Senza che me accorgessi, le interviste si sono protratte per tutta la mattinata. Arrivo in hotel trafelato, dando un’ultima occhiata all’orologio al mio polso che segna ormai le 14:57. Sospiro, giusto in tempo per la videochiamata con Pandolfi, il mio vecchio coach!
Raggiungo l’ampia sala a noi riservata al pianterreno, dove Paolo mi sta già aspettando, e vengo accolto dal solito baccano delle mie chiassose ragazze.
“Finalmente sei riuscito a liberarti! Com’è andata con gli avvoltoi?” esordisce Paolo, già piazzato immancabilmente davanti al computer.
“Lasciamo stare – sospiro stancamente – le solite domande insidiose e indiscrete, ma niente che non avessi messo in conto!”
Prima di prendere posto accanto al mio collega, saluto le ragazze già pronte e posizionate in semicerchio davanti al computer.  Con una nota di disappunto, mi accorgo subito che manca ancora qualcuno all’appello.
“Dov’è Lucia? E Cristina...?”
“Non lo so, ma sono le 15,00 – avvisa Paolo, apprensivo – vi ricordo che in Italia sono avanti di 8 ore, quindi adesso saranno le 23,00 in punto…non possiamo tardare troppo!”
“Coach, è arrivata Cris!” sussulta Rossella, puntando il dito verso la porta in cui si è appena materializzata la compagna.

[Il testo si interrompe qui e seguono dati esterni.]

// SPDX-License-Identifier: GPL-3.0-or-later
#include "method/hold.h"

#include <algorithm>
#include <cmath>
#include <numbers>

namespace kneeprint {
namespace {

// Raised cosine from 0 to 1 over `length` samples.
double rise(std::size_t n, std::size_t length) {
  return 0.5 - 0.5 * std::cos(std::numbers::pi * (static_cast<double>(n) + 0.5) /
                              static_cast<double>(length));
}

// 1 inside [start, end), ramps of `ramp` samples outside, else 0.
double envelope(std::size_t n, std::size_t start, std::size_t end, std::size_t ramp) {
  if (n >= start && n < end) return 1.0;
  if (n < start) return start - n <= ramp ? rise(ramp - (start - n), ramp) : 0.0;
  return n - end < ramp ? rise(ramp - 1 - (n - end), ramp) : 0.0;
}

// Phase counted from `origin` modulo whole cycles, in exact arithmetic where f * n / rate is.
double cosine(Hertz f, Hertz rate, std::size_t n, std::size_t origin) {
  const double turns =
      f.value() * (static_cast<double>(n) - static_cast<double>(origin)) / rate.value();
  return std::cos(2.0 * std::numbers::pi * (turns - std::floor(turns)));
}

Hertz lowest_of(std::span<const Tone> tones) {
  return std::min_element(tones.begin(), tones.end(),
                          [](const Tone& a, const Tone& b) { return a.frequency < b.frequency; })
      ->frequency;
}

bool sounds_on(const Tone& tone, std::span<const Tone> tail_tones) {
  return std::any_of(tail_tones.begin(), tail_tones.end(),
                     [&](const Tone& t) { return t.frequency == tone.frequency; });
}

}  // namespace

Seconds ramp_length(Hertz lowest) { return std::max(Seconds(0.020), 4.0 * period(lowest)); }

HeldStimulus held_tones(std::span<const Tone> tones, Hertz rate, std::size_t block, int blocks,
                        std::span<const Tone> tail_tones, int tail_blocks) {
  const std::size_t margin = samples_in(kHoldMargin, rate);
  const std::size_t ramp = samples_in(ramp_length(lowest_of(tones)), rate);
  const bool has_tail = tail_blocks > 0 && !tail_tones.empty();

  HeldStimulus out;
  const Hertz lowest = lowest_of(tones);
  out.hold = held_layout(lowest, rate, block, blocks);
  const std::size_t open = margin + ramp;
  const std::size_t close = out.hold.end() + margin;
  std::size_t last_close = close;
  if (has_tail) {
    out.tail = tail_layout(lowest, rate, block, blocks, tail_blocks);
    last_close = out.tail.end() + margin;
  }
  out.wave.rate = rate;
  out.wave.samples.assign(held_length(lowest, rate, block, blocks, has_tail ? tail_blocks : 0),
                          0.0);
  for (const Tone& tone : tones) {
    const std::size_t end = has_tail && sounds_on(tone, tail_tones) ? last_close : close;
    for (std::size_t n = margin; n < end + ramp; ++n) {
      out.wave.samples[n] += tone.peak * envelope(n, open, end, ramp) *
                             cosine(tone.frequency, rate, n, out.hold.first_block);
    }
  }
  return out;
}

HoldLayout held_layout(Hertz lowest, Hertz rate, std::size_t block, int blocks) {
  return {2 * samples_in(kHoldMargin, rate) + samples_in(ramp_length(lowest), rate), block, blocks};
}

HeldStimulus held_period(std::span<const double> period, Hertz lowest, Hertz rate, int blocks) {
  const std::size_t margin = samples_in(kHoldMargin, rate);
  const std::size_t ramp = samples_in(ramp_length(lowest), rate);
  HeldStimulus out;
  out.hold = held_layout(lowest, rate, period.size(), blocks);
  const std::size_t close = out.hold.end() + margin;
  out.wave.rate = rate;
  out.wave.samples.assign(close + ramp + margin, 0.0);
  // Where in the period the first sample would stand, so that a block begins at hold.first_block.
  const std::size_t lead = period.size() - out.hold.first_block % period.size();
  for (std::size_t n = margin; n < close + ramp; ++n) {
    out.wave.samples[n] =
        period[(n + lead) % period.size()] * envelope(n, margin + ramp, close, ramp);
  }
  return out;
}

HoldLayout tail_layout(Hertz lowest, Hertz rate, std::size_t block, int blocks, int tail_blocks) {
  const std::size_t margin = samples_in(kHoldMargin, rate);
  const std::size_t ramp = samples_in(ramp_length(lowest), rate);
  return {held_layout(lowest, rate, block, blocks).end() + margin + ramp + margin, block,
          tail_blocks};
}

std::size_t held_length(Hertz lowest, Hertz rate, std::size_t block, int blocks, int tail_blocks) {
  const std::size_t margin = samples_in(kHoldMargin, rate);
  const HoldLayout last = tail_blocks > 0 ? tail_layout(lowest, rate, block, blocks, tail_blocks)
                                          : held_layout(lowest, rate, block, blocks);
  return last.end() + margin + samples_in(ramp_length(lowest), rate) + margin;
}

}  // namespace kneeprint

“Finalmente, eccone una – osservo, incalzando subito la ritardataria – Cristina, dov’è Lucia?”
La ragazza dalla carnagione olivastra prende posto fra le sue amiche davanti all’occhio della webcam.
“Non lo so, coach!”
“Come sarebbe a dire che non lo sai? È la tua compagna di stanza!” inarco un sopracciglio, del tutto allibito.
“Non lo so davvero, in camera con me non c’era”
Estraggo dalla tasca il cellulare e compongo in numero di Lucia.
Cosa sta combinando stavolta quella peste?
Il telefono squilla a vuoto, finché non risponde la segreteria telefonica in lingua giapponese.
“Greg, non abbiamo molto tempo…” il mio amico ha perfettamente ragione.
Qualcosa dentro di me mi suggerisce che Lucia non si sarebbe presentata a questo incontro.
“Procediamo!” concludo, ripromettendomi però di vederci chiaro.
Nel giro di pochissimi attimi, Paolo ci mette in collegamento con il nostro ex allenatore. Subito appare sullo schermo la figura di un uomo sulla sessantina d’anni, con il volto segnato qua e là da qualche ruga.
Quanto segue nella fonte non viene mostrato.